La directive 2000/31 met à charge des États membres une obligation de notifier à la Commission européenne les projets de loi touchant aux services de la société de l’information. En l’espèce, Airbnb dénonçait le fait que l’article 12 de l’ordonnance du 23 décembre 2016 n’avait pas fait l’objet d’une notification préalable à la Commission. La directive 2000/31 dispense néanmoins les États membres de procéder à une telle notification lorsque le projet de loi s’inscrit dans le « domaine de la fiscalité ». Airbnb soutenait que la notion de « domaine de fiscalité » devait être interprétée strictement de manière à exclure les règles de procédure fiscale comme l’article 12 de l’ordonnance, par opposition aux règles fiscales matérielles.
À cet égard, la Cour de justice constate que la directive 2000/31 a été adoptée sur pied de l’article 114 TFUE, qui exclut de son champ d’application « le domaine de la fiscalité » au sens large. Par ailleurs, la Cour relève que l’article 12 de l’ordonnance du 23 décembre 2016, bien que touchant uniquement à l’enrôlement d’un impôt, est indissociable du reste de l’ordonnance qui constitue une réglementation fiscale matérielle. En effet, les informations transmises par les plateformes sur cette base sont de nature à identifier le redevable et l’assiette de la taxe.

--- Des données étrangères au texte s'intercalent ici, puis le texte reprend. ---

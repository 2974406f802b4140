import { exactSqrt, isSafe } from "./integer.js";

/** A positive whole number n = square² · free. */
export interface SquareSplit {
  /** The part taken out of the root: √n = square · √free. */
  readonly square: bigint;
  /** What stays under the root; never a perfect square, except 1. */
  readonly free: bigint;
  /** Whether `free` is known to hold no square factor; false only where a factor beyond 2^53 stays unsplit. */
  readonly certified: boolean;
}

/** Divisors tried on numbers beyond 2^53. */
const TRIAL_LIMIT = 1000;

/**
 * Takes square factors out of a positive whole number by trial division.
 *
 * Up to 2^53 every square is found: once all divisors up to the cube root are gone, what is left is 1, a prime, the product
 * of two primes, or a square. Beyond that only divisors up to 1000 are tried; what stays unsplit is told apart from other
 * radicands by a coprime base, not by factoring.
 *
 * @param n - a whole number ≥ 1
 */
export function splitSquare(n: bigint): SquareSplit {
  if (isSafe(n)) {
    const { square, free } = splitSafe(Number(n), 2);
    return { square: BigInt(square), free: BigInt(free), certified: true };
  }
  let square = 1n;
  let free = 1n;
  let rest = n;
  for (let k = 2; k <= TRIAL_LIMIT && !isSafe(rest); k += k === 2 ? 1 : 2) {
    const divisor = BigInt(k);
    let power = 0;
    while (rest % divisor === 0n) {
      rest /= divisor;
      power++;
    }
    square *= divisor ** BigInt(power >> 1);
    if (power % 2 === 1) free *= divisor;
  }
  if (isSafe(rest)) {
    const split = splitSafe(Number(rest), 2);
    // the divisors taken out before do not divide the rest
    return { square: square * BigInt(split.square), free: free * BigInt(split.free), certified: true };
  }
  const root = exactSqrt(rest);
  if (root !== undefined) return { square: square * root, free, certified: true };
  return { square, free: free * rest, certified: false };
}

/** The same for a safe integer, complete. */
export function splitSafe(n: number, from = 2): { square: number; free: number } {
  let square = 1;
  let free = 1;
  let rest = n;
  for (let k = from; k * k * k <= rest; k += k === 2 ? 1 : 2) {
    let power = 0;
    while (rest % k === 0) {
      rest /= k;
      power++;
    }
    if (power > 0) {
      square *= k ** (power >> 1);
      if (power % 2 === 1) free *= k;
    }
  }
  // no divisor up to the cube root is left, but the loop may have stopped before one that divides twice
  const root = Math.round(Math.sqrt(rest));
  if (root * root === rest) return { square: square * root, free };
  return { square, free: free * rest };
}
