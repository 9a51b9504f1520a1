"""Values of multiple polylogarithms for any complex arguments, as rigorous balls.

``G(a1, ..., an; x) = int_0^x dt/(t - a1) G(a2, ..., an; t)`` along the straight line, with
``G(0, ..., 0; x) = log(x)^n / n!``. The line is cut into pieces (`detours`), on each of which all
contiguous parts of the words are summed at once (`local_words`); Chen's composition of paths puts them
together. Trailing zeros are split off in the first piece, a leading a1 = x in the last one.

References: Goncharov, math/0103059; Borwein, Bradley, Broadhurst, Lisonek, math/9910045; Vollinga,
Weinzierl, hep-ph/0410259.
"""

from __future__ import annotations

from collections.abc import Sequence
from dataclasses import dataclass
from fractions import Fraction

import flint

from ibpred.balls.accuracy import bits_for, until_accurate
from ibpred.balls.context import Ball, complex_ball, precision
from ibpred.errors import InputError, PointError
from ibpred.iterated.polylogs.detours import Spot, UnitLetter, cut_path
from ibpred.iterated.polylogs.local_words import LocalWords, local_words, parts_of
from ibpred.iterated.words import Word

_BITS_PER_DIGIT = 12  # ceiling of the working precision


@dataclass(frozen=True)
class Place:
    """An exact complex number, with the side from which it is approached.

    Attributes
    ----------
    real, imaginary
        Exact parts.
    side
        +1 for + i0, -1 for - i0, 0 if nothing is said. For a letter it matters where the letter lies on the
        path of integration; for the end point also on the negative axis, where log x is needed.
    """

    real: Fraction
    imaginary: Fraction = Fraction(0)
    side: int = 0

    def is_zero(self) -> bool:
        """Whether the number is zero."""
        return not self.real and not self.imaginary

    def same_as(self, other: Place) -> bool:
        """Whether two places are the same number."""
        return self.real == other.real and self.imaginary == other.imaginary

    def ball(self, bits: int) -> Ball:
        """The number as a ball."""
        return complex_ball(self.real, self.imaginary, bits)


def polylog(arguments: Sequence[Place], x: Place, digits: int) -> Ball:
    """``G(a1, ..., an; x)`` to a number of digits.

    Parameters
    ----------
    arguments
        a1, ..., an; may be empty.
    x
        The end point, not zero.
    digits
        Digits wanted, relative to the modulus.

    Returns
    -------
    flint.acb
        A ball that holds the value.

    Raises
    ------
    PointError
        If the value is infinite (a1 = x), or an argument lies on the path of integration (or x on the
        negative axis, where log x is needed) and no side is given.
    PrecisionError
        If the digits cannot be reached.
    """
    letters = tuple(dict.fromkeys(arguments))
    word = tuple(letters.index(a) for a in arguments)
    return polylogs((word,), letters, x, digits)[0]


def polylogs(words: Sequence[Word], letters: Sequence[Place], x: Place, digits: int) -> tuple[Ball, ...]:
    """Several words in common letters; see `polylog`. The work on common parts is shared."""
    for word in words:
        if word and letters[word[0]].same_as(x):
            raise PointError(
                f"G with the first argument equal to the end point {_text(x)} is infinite; "
                "use its regularised value"
            )
    return _to_digits(words, letters, x, digits)


def regularised_polylogs(
    words: Sequence[Word], letters: Sequence[Place], x: Place, digits: int
) -> tuple[Ball, ...]:
    """As `polylogs`, with a1 = x allowed: ``G(x; x)`` is set to zero, products are kept (shuffle).

    This is the regularisation with the tangent vector -x at the end point: ``int_0^(x(1-delta)) dt/(t-x)
    = log(delta)`` counts as zero.
    """
    return _to_digits(words, letters, x, digits)


def _to_digits(words: Sequence[Word], letters: Sequence[Place], x: Place, digits: int) -> tuple[Ball, ...]:
    return until_accurate(
        lambda bits: polylog_balls(words, letters, x, bits),
        lambda balls: balls,
        digits,
        bits_for(digits) + 40,
        _BITS_PER_DIGIT * digits + 2000,
    )


def polylog_balls(words: Sequence[Word], letters: Sequence[Place], x: Place, bits: int) -> tuple[Ball, ...]:
    """Values at a working precision; see `regularised_polylogs`.

    Parameters
    ----------
    words, letters, x
        As there.
    bits
        Working precision; the radius of each ball says what it has come to.
    """
    _check(words, letters, x)
    logarithm = _logarithm(words, letters, x, bits)
    return word_balls(words, unit_letters(words, letters, x, bits), logarithm, bits)


def word_balls(
    words: Sequence[Word], letters: Sequence[UnitLetter], logarithm: Ball, bits: int
) -> tuple[Ball, ...]:
    """Iterated integrals from 0 to 1 of words in letters that are given as balls.

    Parameters
    ----------
    words
        Leftmost letter outermost.
    letters
        Distinct letters; those exactly at 0 or 1 are regularised.
    logarithm
        The integral of the single letter 0 from 0 to 1: log x for polylogarithms at x.
    bits
        Working precision.

    Raises
    ------
    PointError, PrecisionError
        As `cut_path`.
    """
    extra = 20 + 4 * max((len(word) for word in words), default=0)
    with precision(bits + extra):
        parts = parts_of(words)
        used = sorted({letter for word in words for letter in word})
        cuts = cut_path([letters[i] for i in used], bits + extra)
        pieces = _expansions(parts, letters, cuts.first, cuts.pieces, cuts.last, logarithm, bits + extra)
        found = []
        for word in words:
            if not word:
                found.append(flint.acb(1))
                continue
            total = None
            for piece in pieces:
                matrix = piece.matrix(word)
                total = matrix if total is None else matrix * total
            assert total is not None
            found.append(total[0, len(word)])
        return tuple(found)


@dataclass(frozen=True)
class _Piece:
    """One expansion and the two points s (with the local logarithm) between which it is used."""

    local: LocalWords
    start: tuple[Ball, Ball] | None  # None: the base point itself
    end: tuple[Ball, Ball] | None

    def matrix(self, word: Word) -> Ball:
        matrix = None if self.end is None else self.local.matrix(word, *self.end)
        if self.start is not None:
            backwards = _inverse(self.local.matrix(word, *self.start))
            matrix = backwards if matrix is None else matrix * backwards
        return matrix


def _inverse(matrix: Ball) -> Ball:
    """Inverse of an upper unitriangular matrix, by back substitution."""
    size = matrix.nrows()
    result = flint.acb_mat(size, size)
    for j in range(size):
        result[j, j] = flint.acb(1)
        for i in range(j - 1, -1, -1):
            total = flint.acb(0)
            for k in range(i + 1, j + 1):
                total -= matrix[i, k] * result[k, j]
            result[i, j] = total
    return result


def _expansions(
    parts: Sequence[Word],
    letters: Sequence[UnitLetter],
    first: Spot,
    middle: Sequence[tuple[Spot, Spot]],
    last: Spot,
    logarithm: Ball,
    bits: int,
) -> list[_Piece]:
    one = flint.acb(1)
    zero = flint.acb(0)
    step = complex_ball(*first, bits)
    start = local_words(parts, _scaled(letters, zero, step, 0), bits)
    pieces = [_Piece(start, None, (one, logarithm + step.log()))]
    for left, right in middle:
        centre = complex_ball((left[0] + right[0]) / 2, (left[1] + right[1]) / 2, bits)
        half = complex_ball((right[0] - left[0]) / 2, (right[1] - left[1]) / 2, bits)
        local = local_words(parts, _scaled(letters, centre, half, None), bits)
        pieces.append(_Piece(local, (-one, zero), (one, zero)))
    step = complex_ball(last[0] - 1, last[1], bits)
    end = local_words(parts, _scaled(letters, one, step, 1), bits)
    pieces.append(_Piece(end, (one, (-step).log()), None))
    return pieces


def _scaled(letters: Sequence[UnitLetter], base: Ball, step: Ball, own: int | None) -> list[Ball | None]:
    return [
        None if own is not None and letter.ball == own else (letter.ball - base) / step for letter in letters
    ]


def unit_letters(
    words: Sequence[Word], letters: Sequence[Place], x: Place, bits: int
) -> tuple[UnitLetter, ...]:
    """The letters divided by the end point, with their sides relative to the path."""
    used = {letter for word in words for letter in word}
    norm = x.real**2 + x.imaginary**2
    found = []
    for index, letter in enumerate(letters):
        # a/x exactly
        real = (letter.real * x.real + letter.imaginary * x.imaginary) / norm
        imaginary = (letter.imaginary * x.real - letter.real * x.imaginary) / norm
        on_path = index in used and imaginary == 0 and 0 < real < 1
        side = _side(letter, x) if on_path else 0
        found.append(UnitLetter(complex_ball(real, imaginary, bits + 64), side))
    return tuple(found)


def _side(letter: Place, x: Place) -> int:
    """Im of (a + i0)/(x + i0) for a letter on the path: a/x is positive."""
    direction = (x.real > 0) - (x.real < 0)
    sides = {s * direction for s in (letter.side, -x.side) if s}
    if not sides or not direction:
        raise PointError(
            f"the argument {_text(letter)} lies on the path of integration from 0 to {_text(x)}: "
            "say on which side it is passed (side = +1 for + i0, -1 for - i0"
            + ("; turn the arguments, as G depends on ratios only)" if not direction else ")")
        )
    if len(sides) > 1:
        raise PointError(
            f"the sides given for the argument {_text(letter)} and the end point {_text(x)} contradict each "
            "other: give one of the two"
        )
    return sides.pop()


def _logarithm(words: Sequence[Word], letters: Sequence[Place], x: Place, bits: int) -> Ball:
    if not any(word and letters[word[-1]].is_zero() for word in words):
        return flint.acb(0)
    with precision(bits + 64):
        if x.imaginary or x.real > 0:
            return x.ball(bits + 64).log()
        if not x.side:
            raise PointError(
                f"log x is needed at {_text(x)} on its branch cut: say from which side "
                "(side = +1 for + i0, -1 for - i0)"
            )
        return flint.acb((-x.ball(bits + 64).real).log(), flint.arb.pi() * x.side)


def _check(words: Sequence[Word], letters: Sequence[Place], x: Place) -> None:
    if x.is_zero():
        raise PointError("a polylogarithm is asked for at x = 0, where it is a limit")
    for i, one in enumerate(letters):
        for other in letters[:i]:
            if one.same_as(other):
                if one.side != other.side:
                    raise PointError(f"the argument {_text(one)} is given with two different sides")
                raise InputError(f"the letter {_text(one)} is listed twice")
    if any(abs(place.side) > 1 for place in (*letters, x)):
        raise InputError("a side is +1, -1 or 0")
    if any(not 0 <= letter < len(letters) for word in words for letter in word):
        raise InputError(f"a word refers to a letter that is not among the {len(letters)} given")


def _text(place: Place) -> str:
    if not place.imaginary:
        return str(place.real)
    sign = "+" if place.imaginary > 0 else "-"
    return f"{place.real} {sign} {abs(place.imaginary)}*I"
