"""Lattices at the singular points and global sections, modulo primes: do coupled blocks have a form."""
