"""The path from 0 to 1 for iterated integrals, cut so that every piece has a disc free of letters.

Between the discs about its two ends the path is cut by bisection. A letter on the path is passed on the
side asked for. Cutting at one point between two discs is the Hoelder convolution of Borwein, Bradley,
Broadhurst, Lisonek (math/9910045); in general this is Chen's composition of paths.
"""

from __future__ import annotations

from collections.abc import Sequence
from dataclasses import dataclass
from fractions import Fraction
from itertools import pairwise

from ibpred.balls.context import Ball, RealBall, complex_ball
from ibpred.errors import PointError, PrecisionError

Spot = tuple[Fraction, Fraction]
"""Exact real and imaginary part."""

_WIDEST_END = Fraction(7, 10)
_FARTHEST = Fraction(64)
_MOST_PIECES = 20_000


@dataclass(frozen=True)
class UnitLetter:
    """A letter relative to the end point of the path.

    Attributes
    ----------
    ball
        Its place b; exactly 0 or 1 where it is an end of the path.
    side
        +1 if it lies left of the path (b + i0), -1 right of it, 0 if nothing is said.
    """

    ball: Ball
    side: int


@dataclass(frozen=True)
class CutPath:
    """Waypoints of the path without its ends.

    Attributes
    ----------
    first
        The disc about 0 is used up to here.
    pieces
        Straight pieces (from, to) in between, each inside a disc about its midpoint.
    last
        The disc about 1 is used from here.
    """

    first: Spot
    pieces: tuple[tuple[Spot, Spot], ...]
    last: Spot


def cut_path(letters: Sequence[UnitLetter], bits: int) -> CutPath:
    """Cut the path from 0 to 1 (at the current working precision).

    Parameters
    ----------
    letters
        The letters that occur.
    bits
        Precision at which exact points are rounded to balls.

    Raises
    ------
    PointError
        If a letter lies on the path and no side is given.
    PrecisionError
        If a letter is not known well enough to say on which side of the path it lies.
    """
    zero, one = (Fraction(0), Fraction(0)), (Fraction(1), Fraction(0))
    start = _distance(zero, [v for v in letters if v.ball != 0], bits)
    end = _distance(one, [v for v in letters if v.ball != 1], bits)
    on_path = sorted(
        (v for v in letters if v.ball != 0 and v.ball != 1 and _meets(v)), key=lambda v: float(v.ball.real)
    )
    # without the limit the cut may be rounded to an end of the path
    near, far = min(start or _FARTHEST, _FARTHEST), min(end or _FARTHEST, _FARTHEST)
    if not on_path and 1 / (near + far) <= _WIDEST_END:
        cut = (_rounded(near / (near + far)), Fraction(0))
        return CutPath(cut, (), cut)
    first, last = (near / 2, Fraction(0)), (1 - far / 2, Fraction(0))
    waypoints = [first]
    for letter in on_path:
        waypoints += _around(letter, letters, bits)
    waypoints.append(last)
    pieces: list[tuple[Spot, Spot]] = []
    for one_end, other in pairwise(waypoints):
        _bisect(one_end, other, letters, bits, pieces)
    return CutPath(first, tuple(pieces), last)


def _meets(letter: UnitLetter) -> bool:
    """Whether a letter lies strictly between 0 and 1 on the path."""
    real, imaginary = letter.ball.real, letter.ball.imag
    if real < 0 or real > 1 or not imaginary.contains(0):
        return False
    if not (real > 0 and real < 1):
        raise PrecisionError(
            f"a letter at {letter.ball.str(8)} (the path leading from 0 to 1) cannot be told from an end of "
            "the path; give it exactly or raise the working precision"
        )
    if letter.side:
        return True
    if imaginary.is_zero():
        raise PointError(
            f"a letter lies on the path of integration, at {real.str(8, radius=False)} of the way: "
            "say on which side it is passed (+i0 or -i0)"
        )
    raise PrecisionError(
        f"a letter at {letter.ball.str(8)} (the path leading from 0 to 1) may lie on the path; "
        "give its side, or raise the working precision"
    )


def _around(letter: UnitLetter, letters: Sequence[UnitLetter], bits: int) -> list[Spot]:
    """Corners of a detour that leaves the letter on its side and no other letter near."""
    place = letter.ball
    gaps = [place.real.lower(), (1 - place.real).lower()]
    gaps += [(other.ball - place).abs_lower() for other in letters if other is not letter]
    size = _below(min(gaps, key=float)) / 2
    blur = place.real.rad() + place.imag.rad()
    if size <= 0 or (blur > 0 and not blur * 8 < _as_real(size, bits)):
        raise PrecisionError(
            f"letters near {place.str(8)} (the path leading from 0 to 1) cannot be told apart; give them "
            "exactly or raise the working precision"
        )
    centre = _rounded_to(place.real, size)
    lower = Fraction(-letter.side) * size
    return [(centre - size, Fraction(0)), (centre, lower), (centre + size, Fraction(0))]


def _bisect(
    start: Spot, end: Spot, letters: Sequence[UnitLetter], bits: int, pieces: list[tuple[Spot, Spot]]
) -> None:
    stack = [(start, end)]
    while stack:
        left, right = stack.pop()
        if left == right:
            continue
        middle = ((left[0] + right[0]) / 2, (left[1] + right[1]) / 2)
        reach = _distance(middle, letters, bits)
        width = abs(right[0] - left[0]) + abs(right[1] - left[1])  # at least twice the half width
        if reach is None or width <= reach:
            pieces.append((left, right))
            if len(pieces) > _MOST_PIECES:
                raise PrecisionError(
                    f"the path passes a letter so closely that more than {_MOST_PIECES} pieces would be "
                    "needed"
                )
        elif len(stack) > 64 + 4 * bits:
            raise PrecisionError(
                "a letter cannot be told from the path of integration; give it exactly or raise the "
                "working precision"
            )
        else:
            stack += [(middle, right), (left, middle)]


def _distance(spot: Spot, letters: Sequence[UnitLetter], bits: int) -> Fraction | None:
    """A number a little below the distance of the nearest letter; None without letters."""
    if not letters:
        return None
    here = complex_ball(*spot, bits)
    nearest = min(((v.ball - here).abs_lower() for v in letters), key=_below)
    return _below(nearest)


def _below(value: RealBall) -> Fraction:
    """A short dyadic number at most `value`, close to it; zero where `value` may be zero."""
    lower = value.lower()
    if not lower > 0:
        return Fraction(0)
    mantissa, exponent = (int(v) for v in lower.man_exp())
    surplus = max(mantissa.bit_length() - 16, 0)
    return Fraction(mantissa >> surplus) * Fraction(2) ** (exponent + surplus)


def _rounded(value: Fraction) -> Fraction:
    return Fraction(round(value * 65536), 65536)


def _rounded_to(value: RealBall, size: Fraction) -> Fraction:
    """A dyadic number within a small fraction of `size` of the ball's midpoint."""
    mantissa, exponent = (int(v) for v in value.mid().man_exp())
    exact = Fraction(mantissa) * Fraction(2) ** exponent
    unit = Fraction(2) ** (size.numerator.bit_length() - size.denominator.bit_length() - 12)
    return round(exact / unit) * unit


def _as_real(value: Fraction, bits: int) -> RealBall:
    return complex_ball(value, 0, bits).real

Dans un tel contexte, la Cour considère que l’article 12 relève du domaine de la fiscalité, et qu’il ne devait pas faire l’objet d’une notification préalable.
Quant à la violation alléguée de l’article 56 TFUE consacrant la libre prestation des services, la Cour note que l’article 12 de l’ordonnance ne peut être qualifié de « mesure discriminatoire » étant donné qu’il s’applique de la même manière à tous les prestataires de services d’intermédiation immobilière, indépendamment de leur lieu d’établissement et de leur manière d’opérer ces services. Le but poursuivi par l’article 12 n’est pas non plus de régir les conditions d’exercice de ces plateformes en Belgique, dès lors qu’il se limite à mettre à leur charge un devoir d’information en cas de demande écrite de l’administration fiscale en ce sens.
La Cour concède que les plateformes offrant leurs services sur Internet sont susceptibles de faire l’objet de demandes plus fréquentes de la part de l’administration fiscale. Elle considère néanmoins que ceci n’est qu’une conséquence de l’état du marché actuel, ce qui n’est pas, en soi, constitutif d’une discrimination. À la lumière de l’ensemble de ces éléments, la Cour de justice conclut que l’article 12 de l’ordonnance du 23 décembre 2016 ne constitue pas une restriction à la libre prestation des services.
Il est à noter qu’une affaire similaire a été portée devant la Cour de justice par le Conseil d’État italien (C-83/21 – Airbnb Ireland / Agenzia delle Entrate). Ce cas se distingue toutefois par le fait que la législation italienne impose aux plateformes électroniques, en plus du devoir d’informations, de procéder au recouvrement de l’impôt. Dans ses conclusions, l’avocat général a considéré qu’il s’agissait d’une entrave à la libre circulation des services. En effet, cette mesure fait reposer sur les plateformes une responsabilité financière accrue, dès lors qu’elles devront jouer les intermédiaires entre les bailleurs et l’administration fiscale. L’avocat général a néanmoins estimé que cette mesure poursuivait un objectif légitime, à savoir le recouvrement efficace de l’impôt et la lutte contre l’évasion fiscale, et qu’elle n’était pas disproportionnée. L’arrêt de la Cour de justice devrait être rendu prochainement.